Maybe I should start? I do have Mary Kay's new formula Day and Night Solution but never use it 
PS.. Im 37


----------



## XShear (Dec 20, 2007)

One should always moisturize! 

You probably have fantastic genes as well ... lucky gal.


----------



## Firebabe (Dec 20, 2007)

Thanks sweetie .. yeah ill start doing that


----------



## SparklingWaves (Dec 20, 2007)

I would defiantly wear an oil-free sunscreen everyday too.  Neutrogena (sp?) SPF 45 is a good one.


----------



## ratmist (Dec 20, 2007)

Not everyone needs a moisturiser.  If your skin is normal, non-oily, non-greasy, not dry, not "tight"... you probably don't need one.  Lucky girl.  There are moisturisers specifically for 'normal' skin, but if you don't need one, why bother spending the money?

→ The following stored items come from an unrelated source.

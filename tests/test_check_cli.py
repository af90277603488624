"""``perfcheck check``: table, JSON document against its schema, stored results, errors."""

from __future__ import annotations

import json
import shutil
import subprocess
import sys

import jsonschema
import pytest
from click.testing import CliRunner
from metrics_support import connect_with, make_site, synthetic_aligned, write_site

from perfcheck import db, metrics
from perfcheck.cli import main
from perfcheck.cli.check import findings_table


@pytest.fixture(scope="module")
def checked(tmp_path_factory):
    """A two-inverter invented site with five weeks of aligned data, checked once."""
    tmp = tmp_path_factory.mktemp("check")
    site_path = write_site(tmp / "hollerbach.toml", n_inverters=2)
    frame = synthetic_aligned(make_site(n_inverters=2), "2025-05-25", "2025-07-02")
    connect_with(frame, path=tmp / "hollerbach.duckdb").close()
    out = tmp / "check.json"
    result = CliRunner().invoke(main, ["check", str(site_path), "--from", "2025-06-01", "--to",
                                       "2025-06-30", "--json", str(out)])
    return site_path, result, out


def test_check_prints_the_monthly_table(checked):
    _, result, _ = checked
    assert result.exit_code == 0, result.output
    lines = result.output.splitlines()
    assert lines[0].startswith("Testfeld Hollerbach: 2025-06-01 to 2025-07-01")
    assert any(line.startswith("2025-06 ") for line in lines)
    assert any(line.startswith("period ") for line in lines)
    assert "PR T-corr %" in result.output and "coverage" in result.output
    # the least soiling the analysis could have seen, in words (as in the report)
    assert "Soiling losses below " in result.output and " % per cycle" in result.output


def test_check_prints_the_findings_in_words_and_local_time():
    # invented events as analysis.view returns them (ISO 8601 with the site's offset)
    events = [
        {"kind": "partial_outage", "scope": "inverter:INV2", "start": "2024-10-03T09:15:00+02:00",
         "end": "2024-10-21T18:00:00+02:00", "energy_loss_kwh": 1443.21,
         "energy_loss_kwh_low": 1204.5, "energy_loss_kwh_high": 49999.0},
        {"kind": "clipping", "scope": "plant", "start": "2024-06-03T11:00:00+02:00",
         "end": "2024-06-03T14:30:00+02:00", "energy_loss_kwh": 3.21,
         "energy_loss_kwh_low": 1.44, "energy_loss_kwh_high": 57.6},
        {"kind": "sensor_fault", "scope": "plant", "start": "2024-11-03T00:00:00+01:00",
         "end": "2024-11-05T00:00:00+01:00", "energy_loss_kwh": 0.0,
         "energy_loss_kwh_low": 0.0, "energy_loss_kwh_high": 0.0},
    ]
    lines = findings_table(events, "Europe/Berlin")
    assert lines[0] == "Findings: 3 (times in Europe/Berlin, with the UTC offset)"
    assert lines[1].split() == ["finding", "where", "from", "to", "(excluded)", "energy",
                                "[kWh]", "(95", "%", "band)"]
    assert lines[2].split() == ["clipping", "below", "the", "AC", "rating", "the", "plant",
                                "2024-06-03", "11:00+02:00",
                                "2024-06-03", "14:30+02:00", "3.2", "(1.4", "to", "58)"]
    assert lines[3].split() == ["partial", "outage", "inverter", "INV2", "2024-10-03",
                                "09:15+02:00", "2024-10-21", "18:00+02:00", "1,440", "(1,200",
                                "to", "50,000)"]
    assert lines[4].split() == ["irradiance", "sensor", "fault", "the", "plant", "2024-11-03",
                                "00:00+01:00",
                                "2024-11-05", "00:00+01:00", "none"]  # no energy lost
    assert findings_table([], "Europe/Berlin") == ["Findings: none."]


def test_check_output_holds_no_code_values(checked):
    _, result, _ = checked
    table = result.output.split("period ", 1)[1]  # after the monthly table
    assert "Findings:" in table
    for code in ("_", "inverter:", "e+", "None", "True"):
        assert code not in table, code


def test_check_json_follows_its_schema(checked):
    _, _, out = checked
    doc = json.loads(out.read_text())
    jsonschema.validate(doc, metrics.load_schema("check"))
    assert doc["period"] == {"start": "2025-06-01T00:00:00+02:00",
                             "end": "2025-07-01T00:00:00+02:00"}
    june = doc["metrics"]["monthly"][0]
    assert june["month"] == "2025-06" and len(june["inverters"]) == 2
    for key in ("pr", "pr_temp_corrected", "pr_weather_corrected", "epi", "availability",
                "specific_yield_kwh_per_kwp"):
        assert june[f"{key}_ci_low"] <= june[key] <= june[f"{key}_ci_high"]
    assert len(doc["metrics"]["daily"]) == 30
    assert doc["site"]["site_file"] == "hollerbach.toml"  # no absolute paths
    # stored by the analysis, whole history: the step a wash must make, as a loss per cycle
    lim = doc["losses"]["soiling_detection_limit"]
    assert lim["days"] > 0 and lim["alpha"] == 1e-3 and 0 < lim["loss_pct"] < 100


def test_check_schema_refuses_a_broken_document(checked):
    _, _, out = checked
    doc = json.loads(out.read_text())
    doc["metrics"]["monthly"][0]["pr"] = "high"
    with pytest.raises(jsonschema.ValidationError):
        jsonschema.validate(doc, metrics.load_schema("check"))
    doc = json.loads(out.read_text())
    doc["events"].append({"kind": "gremlins", "scope": "plant"})
    with pytest.raises(jsonschema.ValidationError):
        jsonschema.validate(doc, metrics.load_schema("check"))


def test_check_json_to_stdout_is_the_document_alone(checked, tmp_path, monkeypatch):
    site_path, _, out = checked
    monkeypatch.chdir(tmp_path)
    copy = shutil.copyfile(db.default_db_path(site_path), tmp_path / "copy.duckdb")
    r = CliRunner().invoke(main, ["check", str(site_path), "--db", str(copy), "--from",
                                  "2025-06-01", "--to", "2025-06-30", "--json", "-"])
    assert r.exit_code == 0, r.output
    doc = json.loads(r.stdout)  # nothing but the JSON on stdout
    assert doc["metrics"] == json.loads(out.read_text())["metrics"]
    assert r.stderr.startswith("Testfeld Hollerbach: ")  # the table went to stderr
    assert not (tmp_path / "-").exists()


NOISY = """
import logging, sys, warnings
import numpy as np
from perfcheck import metrics
real = metrics.compute
def noisy(*args, **kwargs):
    np.array([1.0]) / np.array([0.0])  # numpy's RuntimeWarning: divide by zero
    warnings.warn("an invented library warning", UserWarning)
    logging.getLogger("matplotlib.font_manager").warning("an invented font warning")
    return real(*args, **kwargs)
metrics.compute = noisy
from perfcheck.cli import main
main(sys.argv[1:], prog_name="perfcheck")
"""


@pytest.mark.parametrize("log", [False, True])
def test_warnings_go_to_the_log_never_to_stderr(checked, tmp_path, log):
    """cron mails whatever reaches stderr: a command that warns prints nothing there."""
    site_path, _, _ = checked
    copy = shutil.copyfile(db.default_db_path(site_path), tmp_path / "copy.duckdb")
    log_file = tmp_path / "perfcheck.log"
    args = ["--log", str(log_file)] if log else []
    out = subprocess.run([sys.executable, "-c", NOISY, *args, "check", str(site_path), "--db",
                          str(copy), "--from", "2025-06-01", "--to", "2025-06-30"],
                         capture_output=True, text=True)
    assert out.returncode == 0, out.stderr
    assert out.stderr == ""
    assert out.stdout.startswith("Testfeld Hollerbach: ")
    if log:
        text = log_file.read_text()
        assert "WARNING perfcheck.warnings: RuntimeWarning: divide by zero" in text
        assert "UserWarning: an invented library warning" in text
        assert "WARNING matplotlib.font_manager: an invented font warning" in text
        assert "INFO perfcheck.progress: check: metrics and findings: done in " in text


def test_check_reads_the_stored_analysis(checked):
    site_path, _, out = checked
    con = db.connect(db.default_db_path(site_path), read_only=True)
    (n,) = con.execute("SELECT count(*) FROM analyses WHERE is_current").fetchone()
    assert n == 1
    (days,) = con.execute("SELECT count(DISTINCT day) FROM analysis_daily").fetchone()
    assert days >= 1
    con.close()
    doc = json.loads(out.read_text())
    assert doc["analysis"]["id"] >= 1 and len(doc["analysis"]["input_hash"]) == 64


def test_check_errors_are_one_line(tmp_path):
    runner = CliRunner()
    site_path = write_site(tmp_path / "hollerbach.toml")
    r = runner.invoke(main, ["check", str(site_path)])
    assert r.exit_code == 2
    assert r.output == (f"perfcheck: error: {tmp_path / 'hollerbach.duckdb'}: no database yet "
                        "(run 'perfcheck ingest' first)\n")
    bad = write_site(tmp_path / "bad.toml", metrics={"min_coverage": 2})
    r = runner.invoke(main, ["check", str(bad)])
    assert r.exit_code == 2
    assert r.output == (f"perfcheck: error: {bad}: metrics.min_coverage: 2.0 is outside the "
                        "range 0 to 1\n")
    connect_with(synthetic_aligned(make_site(), "2025-06-01", "2025-06-03"),
                 path=tmp_path / "hollerbach.duckdb").close()
    r = runner.invoke(main, ["check", str(site_path), "--from", "2025-06-03", "--to",
                             "2025-06-01"])
    assert r.exit_code == 2
    assert r.output == "perfcheck: error: --to 2025-06-01 is before --from 2025-06-03\n"
    target = tmp_path / "missing" / "check.json"
    r = runner.invoke(main, ["check", str(site_path), "--json", str(target)])
    assert r.exit_code == 2
    assert r.output == f"perfcheck: error: {target}: the folder for the JSON file does not exist\n"


def test_schemas_ship_inside_the_package():
    import importlib.resources

    files = importlib.resources.files("perfcheck") / "schemas"
    for name in ("check", "capacity"):
        schema = json.loads((files / f"{name}.schema.json").read_text(encoding="utf-8"))
        jsonschema.Draft202012Validator.check_schema(schema)


def test_schema_event_kinds_are_the_kinds_table():
    """Every list of event kinds in the shipped schema is perfcheck.kinds' table, in order."""
    from perfcheck import kinds

    found = []

    def walk(node):
        if isinstance(node, dict):
            if "outage" in node.get("enum", []):
                found.append(node["enum"])
            for v in node.values():
                walk(v)
        elif isinstance(node, list):
            for v in node:
                walk(v)

    walk(metrics.load_schema("check"))
    assert len(found) >= 2 and all(e == list(kinds.NAMES) for e in found)


def test_an_interval_shows_only_where_wider_than_the_rounding():
    # issue 12, item 5: no "100.0 100.0-100.0" clutter in the monthly table
    from perfcheck.cli.check import _band

    assert _band({"availability": 1.0, "availability_ci_low": 0.99996,
                  "availability_ci_high": 1.0}, "availability").split() == ["100.0"]
    assert _band({"pr": 0.855, "pr_ci_low": 0.82, "pr_ci_high": 0.89}, "pr").split() == [
        "85.5", "82.0-89.0"]


def test_rules_and_coefficients_read_as_words_and_numbers():
    # issue 12, items 2 and 3: no setting names or scientific notation where a person reads
    from perfcheck.cli.capacity import coef

    for rule in metrics.rules(metrics.Settings()):
        assert "_" not in rule and ">=" not in rule, rule
    assert "irradiance at least 0 W/m2" in " ".join(metrics.rules(metrics.Settings()))
    assert coef(1.1423e-06) == "1.1423×10⁻⁶" and coef(0.14143) == "0.14143"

On the other hand, sunscreen is another matter entirely.  Wear it!


----------



## chameleonmary (Dec 20, 2007)

Antioxidants (in food or supplement form) are great for minimising the signs of ageing, can good diet be attributed? It could be a lot of things, sun exposure, stress levels, diet, skin type... I have even heard of some medications making skin worse or better. If you have normal or dry skin, i think moisturiser is a must... heck I have oily skin and i still do it!


----------



## Shimmer (Dec 20, 2007)

You likely don't get out in the sun much?


----------



## Firebabe (Dec 20, 2007)

Not religiously but I tan dark easily ,the summer that just ended I had to stay out of the sun the whole time due to 4 tattoos I got done

Note to thyself.. do not tattoo in summer lol


 Quote:

   Originally Posted by *Shimmer* 

 
_You likely don't get out in the sun much?_


----------



## quinntastic (Dec 28, 2007)

I don't care for Mary Kay, but everyone needs moisturizer.  Even oily skin.  You also need a sunscreen so you protect yourself from UVA rays (which cause you to age faster) and UVB rays which can burn your skin.


----------



## Kuuipo (Jan 15, 2008)

Quote:

   Originally Posted by *ratmist* 

 
_Not everyone needs a moisturiser. If your skin is normal, non-oily, non-greasy, not dry, not "tight"... you probably don't need one. Lucky girl. There are moisturisers specifically for 'normal' skin, but if you don't need one, why bother spending the money?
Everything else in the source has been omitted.